American Quakers of the seventeenth through nineteenth centuries were often so confident in their war tax resistance that they assumed (and sometimes said) that it had been a part of Quaker practice since the beginning of the sect. But some of the earliest Quakers, on the contrary, seemed eager to demonstrate their willingness to pay all taxes as a way of ingratiating themselves with the governments they lived under while under pressure from hostile establishment churches.

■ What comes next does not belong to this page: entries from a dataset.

/// <summary>
/// Bug pins of generator bugs once listed as open in the README ("Known limitations found by these tests": found by the
/// randomised, soak and hostile-input runs), kept now that they are fixed; each test names its bug.
/// </summary>
public sealed class FormerlyOpenBugRegressionTests : IClassFixture<FormerlyOpenBugFixture>
{
    private readonly FormerlyOpenBugFixture _fixture;

    public FormerlyOpenBugRegressionTests(FormerlyOpenBugFixture fixture) => _fixture = fixture;

    /// <summary>
    /// Bug: int locals holding constants were substituted, so the generated code read 10 / 0 and did not compile (CS0020)
    /// although the method compiles and throws at run time. Found by the randomised and hostile-input runs (listed open
    /// in the README); fixed in d32228f.
    /// </summary>
    [Fact]
    public void IntDivisionByALocalZeroCompilesAndThrowsAtRunTime()
    {
        // The fixture compiled the generated code without error (CS0020 before the fix). At run time the method and both
        // generated methods throw DivideByZeroException (C# specification, integer division operator), before writing
        // anything into the spans.
        var f = _fixture.Assembly.Method<FInt>("Open", "IntDivisionByALocalZero");
        var g = _fixture.Assembly.Method<GInt>("Open", "IntDivisionByALocalZeroGradient");
        var h = _fixture.Assembly.Method<HInt>("Open", "IntDivisionByALocalZeroHessian");
        var gradient = new[] { 7.0 };
        var hessian = new[] { 7.0 };
        Assert.Throws<DivideByZeroException>(() => f(1.5, 3));
        Assert.Throws<DivideByZeroException>(() => g(1.5, 3, gradient));
        Assert.Throws<DivideByZeroException>(() => h(1.5, 3, gradient, hessian));
        Assert.Equal(7.0, gradient[0]);
        Assert.Equal(7.0, hessian[0]);
    }

    /// <summary>
    /// Bug: as <see cref="IntDivisionByALocalZeroCompilesAndThrowsAtRunTime"/>, under a condition: only the side taken
    /// may divide. Pinned with the same fix (d32228f).
    /// </summary>
    [Fact]
    public void GuardedIntDivisionByALocalZeroThrowsOnlyWhereTheMethodDoes()
    {
        var f = _fixture.Assembly.Method<FInt>("Open", "GuardedIntDivisionByALocalZero");
        var g = _fixture.Assembly.Method<GInt>("Open", "GuardedIntDivisionByALocalZeroGradient");
        var h = _fixture.Assembly.Method<HInt>("Open", "GuardedIntDivisionByALocalZeroHessian");
        var gradient = new double[1];
        var hessian = new double[1];

        // k > 0 takes the division: DivideByZeroException, as in the method.
        Assert.Throws<DivideByZeroException>(() => f(1.5, 1));
        Assert.Throws<DivideByZeroException>(() => g(1.5, 1, gradient));
        Assert.Throws<DivideByZeroException>(() => h(1.5, 1, gradient, hessian));

        // k ≤ 0 takes x²: value bit-for-bit, derivative 2x, second derivative 2 (plain calculus).
        Assert.Equal(f(1.5, 0), g(1.5, 0, gradient));
        Assert.Equal(3.0, gradient[0]);
        Assert.Equal(f(1.5, 0), h(1.5, 0, gradient, hessian));
        Assert.Equal(3.0, gradient[0]);
        Assert.Equal(2.0, hessian[0]);
    }

    /// <summary>
    /// Bug: the same substitution made C# evaluate int arithmetic at compile time (int.MaxValue + 1 is CS0220), where the
    /// method's own code wraps at run time. Pinned with the fix of the int-division bug (d32228f).
    /// </summary>
    [Theory]
    [InlineData(0.5)]
    [InlineData(-2.0)]
    public void IntOverflowThroughLocalsWrapsAsTheMethodDoes(double x)
    {
        // Unchecked int arithmetic wraps (C# specification, checked and unchecked contexts; the test compilation is
        // unchecked): int.MaxValue + 1 = int.MinValue and −int.MaxValue − 2 = int.MaxValue. So f = b x + m x² with
        // b = −2³¹, m = 2³¹ − 1: f' = b + 2 m x, f'' = 2 m (plain calculus).
        double b = int.MinValue, m = int.MaxValue;
        Verify.At(Probe.Load(_fixture.Assembly, "Open", "IntOverflowThroughLocals", 1), new[] { x }, new[] { b + (2 * m * x) }, new[] { 2 * m },
            "IntOverflowThroughLocals");
    }

    /// <summary>
    /// Bug: the doc comments' cref of a method named with a keyword was written unescaped (cref="double(double)"), which
    /// C# cannot resolve (CS1574; the harness fails on any warning in generated code). Found with the hostile inputs;
    /// fixed in 7425852. This test checks the derivatives of the method that now compiles.
    /// </summary>
    [Theory]
    [InlineData(0.5)]
    [InlineData(-1.25)]
    public void MethodNamedWithAKeyword(double x) =>
        // x³: 3x², 6x (plain calculus). The fixture compiled the doc comments with no CS1574.
        Verify.At(Probe.Load(_fixture.Assembly, "Open", "double", 1), new[] { x }, new[] { 3 * x * x }, new[] { 6 * x }, "@double");

    /// <summary>The same bug as <see cref="MethodNamedWithAKeyword"/>: the cref is written escaped (7425852).</summary>
    [Fact]
    public void KeywordNamedMethodCrefIsEscaped()
    {
        string text = _fixture.Run.Source("Open.double.g.cs");
        Assert.Contains("<see cref=\"@double(double)\"/>", text, StringComparison.Ordinal);
    }

    /// <summary>
    /// Bug: [Differentiate] on the declaring part of a partial method generated nothing; the implementing part's body (in
    /// the same file) is now differentiated. Found with the hostile inputs; fixed in 7425852.
    /// </summary>
    [Theory]
    [InlineData(0.5, 0.3)]
    [InlineData(-2.0, 1.7)]
    public void AttributeOnTheDeclaringPartOfAPartialMethod(double x, double y) =>
        // x sin y: gradient (sin y, x cos y), Hessian [[0, cos y], [cos y, −x sin y]] (plain calculus).
        Verify.At(Probe.Load(_fixture.Assembly, "Open", "DeclaringPart", 2), new[] { x, y }, new[] { Math.Sin(y), x * Math.Cos(y) },
            new[] { 0, Math.Cos(y), Math.Cos(y), -x * Math.Sin(y) }, "DeclaringPart");

    /// <summary>
    /// Companion pin of <see cref="AttributeOnTheDeclaringPartOfAPartialMethod"/> (7425852): the attribute on the
    /// implementing part keeps working after the fix.
    /// </summary>
    [Theory]
    [InlineData(0.5)]
    [InlineData(-1.5)]
    public void AttributeOnTheImplementingPartOfAPartialMethod(double x) =>
        // e^{2x}: 2e^{2x}, 4e^{2x} (plain calculus).
        Verify.At(Probe.Load(_fixture.Assembly, "Open", "ImplementingPart", 1), new[] { x }, new[] { 2 * Math.Exp(2 * x) }, new[] { 4 * Math.Exp(2 * x) },
            "ImplementingPart");

    /// <summary>
    /// Bug: the side of a ?: not taken passed on its derivative as 0 · ∞ = NaN (x / 0.0 has the partial ∞), so the
    /// gradient was NaN instead of 0. Found by the randomised runs (listed open in the README); fixed in b6be9fe.
    /// </summary>
    [Theory]
    [InlineData(1.5, 0)]
    [InlineData(-0.5, -3)]
    public void InfinitePartialOnTheSideNotTaken(double x, int k)
    {
        // k ≤ 0 takes x − x = 0: the derivative is exactly 0, the second derivative 0 (plain calculus; it was NaN).
        var g = _fixture.Assembly.Method<GInt>("Open", "InfinitePartialOnTheSideNotTakenGradient");
        var h = _fixture.Assembly.Method<HInt>("Open", "InfinitePartialOnTheSideNotTakenHessian");
        var gradient = new double[1];
        var hessian = new double[1];
        Assert.Equal(0.0, g(x, k, gradient));
        Assert.Equal(0.0, gradient[0]);
        Assert.Equal(0.0, h(x, k, gradient, hessian));
        Assert.Equal(0.0, gradient[0]);
        Assert.Equal(0.0, hessian[0]);

        // k > 0 takes x / 0.0: value and derivative +∞ for x > 0 (IEEE 754 division by zero), as before.
        Assert.Equal(double.PositiveInfinity, g(1.5, 1, gradient));
        Assert.Equal(double.PositiveInfinity, gradient[0]);
    }

    /// <summary>
    /// Bug: as <see cref="InfinitePartialOnTheSideNotTaken"/> with a node shared by two conditions, both false (its partial
    /// NaN): the gradient was NaN. Pinned with the same fix (b6be9fe).
    /// </summary>
    [Theory]
    [InlineData(1.5)]
    [InlineData(0.25)]
    public void NaNPartialUnderTwoConditionsNotTaken(double x)
    {
        // k = 0 takes neither square root: f = 3 + x², f' = 2x, f'' = 2 (plain calculus; the gradient was NaN).
        var f = _fixture.Assembly.Method<FInt>("Open", "NaNPartialUnderTwoConditionsNotTaken");
        var h = _fixture.Assembly.Method<HInt>("Open", "NaNPartialUnderTwoConditionsNotTakenHessian");
        var gradient = new double[1];
        var hessian = new double[1];
        Assert.Equal(f(x, 0), h(x, 0, gradient, hessian));
        Assert.Equal(2 * x, gradient[0]);
        Assert.Equal(2.0, hessian[0]);

        // k = 2 takes both square roots; at y = −x < 0: f = 2√(−y) + y², f' = −1/√(−y) + 2y, f'' = −1/(2 (−y)^{3/2}) + 2
        // (plain calculus), with −y = x.
        double y = -x;
        Assert.Equal(f(y, 2), h(y, 2, gradient, hessian));
        Check.Close(new[] { (-1 / Math.Sqrt(x)) + (2 * y) }, gradient, Check.ClosedFormRelative, 1e-15, "two sides taken: gradient");
        Check.Close(new[] { (-1 / (2 * Math.Pow(x, 1.5))) + 2 }, hessian, Check.ClosedFormRelative, 1e-15, "two sides taken: Hessian");
    }

    /// <summary>
    /// Bug: a derivative written inline (it reads a guarded value) read the running derivative of s after the second loop
    /// had changed it, instead of a copy: a wrong derivative. Found by a soak run of the randomised suite once guarded
    /// reads were generated again; fixed in 6938dad.
    /// </summary>
    [Theory]
    [InlineData(0.8, 2)]
    [InlineData(1.3, 0)]
    public void GuardedReadAfterTwoLoops(double x, int k)
    {
        // d has 3 elements: s = x⁴ after the first loop, w = x⁴/3, f = 3 d₂ / x⁵, f' = −15 d₂ / x⁶, f'' = 90 d₂ / x⁷
        // (plain calculus); the second loop changes s but not f.
        double[] d = { 0.5, 0.25, 1.5 };
        var h = _fixture.Assembly.Method<HData>("Open", "GuardedReadAfterTwoLoopsHessian");
        var gradient = new double[1];
        var hessian = new double[1];
        h(x, d, k, gradient, hessian);
        Check.Close(new[] { -15 * d[2] / Math.Pow(x, 6) }, gradient, Check.ClosedFormRelative, 1e-15, "GuardedReadAfterTwoLoops gradient");
        Check.Close(new[] { 90 * d[2] / Math.Pow(x, 7) }, hessian, Check.ClosedFormRelative, 1e-15, "GuardedReadAfterTwoLoops Hessian");
    }

    private delegate double HData(double x, double[] d, int k, Span<double> gradient, Span<double> hessian);

    /// <summary>
    /// Bug: the second derivative of the side not taken folded 0 · ∞ into NaN (the tangent of x / 0.0 is the constant ∞,
    /// times the 0 of the side's selection). Found by a soak run of the randomised suite; fixed in 5de141e.
    /// </summary>
    [Theory]
    [InlineData(0.5)]
    [InlineData(-2.0)]
    public void InfiniteTangentOnTheSideNotTaken(double x)
    {
        // k = 0 takes x²: 2x and 2 (plain calculus); the second derivative was NaN.
        var h = _fixture.Assembly.Method<HInt>("Open", "InfiniteTangentOnTheSideNotTakenHessian");
        var gradient = new double[1];
        var hessian = new double[1];
        Assert.Equal(x * x, h(x, 0, gradient, hessian));
        Assert.Equal(2 * x, gradient[0]);
        Assert.Equal(2.0, hessian[0]);
    }

    /// <summary>
    /// Bug: a selection with the same value on both sides (c ? s : s) guarded s by the first side only, so the gradient
    /// was 0 where c ≤ 0. Found by a soak run of the randomised suite; fixed in 5de141e.
    /// </summary>
    [Theory]
    [InlineData(0.5, 1.0)]
    [InlineData(0.5, -1.0)]
    public void SameValueOnBothSides(double x, double c)
    {
        // 3x² whatever c: 6x and 6 (plain calculus); the gradient was 0 where c ≤ 0.
        var h = _fixture.Assembly.Method<HDouble>("Open", "SameValueOnBothSidesHessian");
        var gradient = new double[1];
        var hessian = new double[1];
        Assert.Equal(3 * x * x, h(x, c, gradient, hessian));
        Assert.Equal(6 * x, gradient[0]);
        Assert.Equal(6.0, hessian[0]);
    }

    private delegate double HDouble(double x, double c, Span<double> gradient, Span<double> hessian);

    /// <summary>
    /// Bug: a local carried from one loop into the next and changed in between had its running derivative before the
    /// second loop computed from its new value (z was assigned before dZ_dX = x * dZ_dX + z read it): a wrong
    /// derivative. Found when the randomised suite generated untaken sides again; fixed in b6be9fe.
    /// </summary>
    [Theory]
    [InlineData(1.5, 3)]
    [InlineData(-0.7, 5)]
    [InlineData(2.0, 0)]
    public void CarriedOnIntoASecondLoop(double x, int n)
    {
        // z = (n + 1) x after the first loop, (n + 1) x² after z *= x, (n + 1) x² + n at the end: f' = 2 (n + 1) x,
        // f'' = 2 (n + 1) (plain calculus).
        var g = _fixture.Assembly.Method<GInt>("Open", "CarriedOnIntoASecondLoopGradient");
        var h = _fixture.Assembly.Method<HInt>("Open", "CarriedOnIntoASecondLoopHessian");
        var gradient = new double[1];
        var hessian = new double[1];
        g(x, n, gradient);
        Check.Close(new[] { 2.0 * (n + 1) * x }, gradient, Check.ClosedFormRelative, 1e-15, "CarriedOnIntoASecondLoop gradient");
        h(x, n, gradient, hessian);
        Check.Close(new[] { 2.0 * (n + 1) * x }, gradient, Check.ClosedFormRelative, 1e-15, "CarriedOnIntoASecondLoop MHessian gradient");
        Check.Close(new[] { 2.0 * (n + 1) }, hessian, Check.ClosedFormRelative, 1e-15, "CarriedOnIntoASecondLoop Hessian");
    }

    private delegate double FInt(double x, int k);

    private delegate double GInt(double x, int k, Span<double> gradient);

    private delegate double HInt(double x, int k, Span<double> gradient, Span<double> hessian);
}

Here are some excerpts from William Charles Braithwaite’s The second period of Quakerism that highlight this:

The payment of taxes to the civil authority was explicitly covered by Christ’s words. [George] Fox, during the Commonwealth period, had advised payment, and wrote as follows about one of the Poll Acts of Charles Ⅱ.:

To the earthly we give the earthly: that is, to Caesar we give unto him his things, and to God we give unto Him His things. And so in the other Power’s days we did not forget on our parts, though they did fail on their’s… Which, if Friends should not do and had not done — give Caesar his due, and custom and tribute to them that look for it, which are for the punishment of evil-doers — then might they say and plead against us; How can we defend you against foreign enemies and protect everyone in their estates and keep down thieves and murderers?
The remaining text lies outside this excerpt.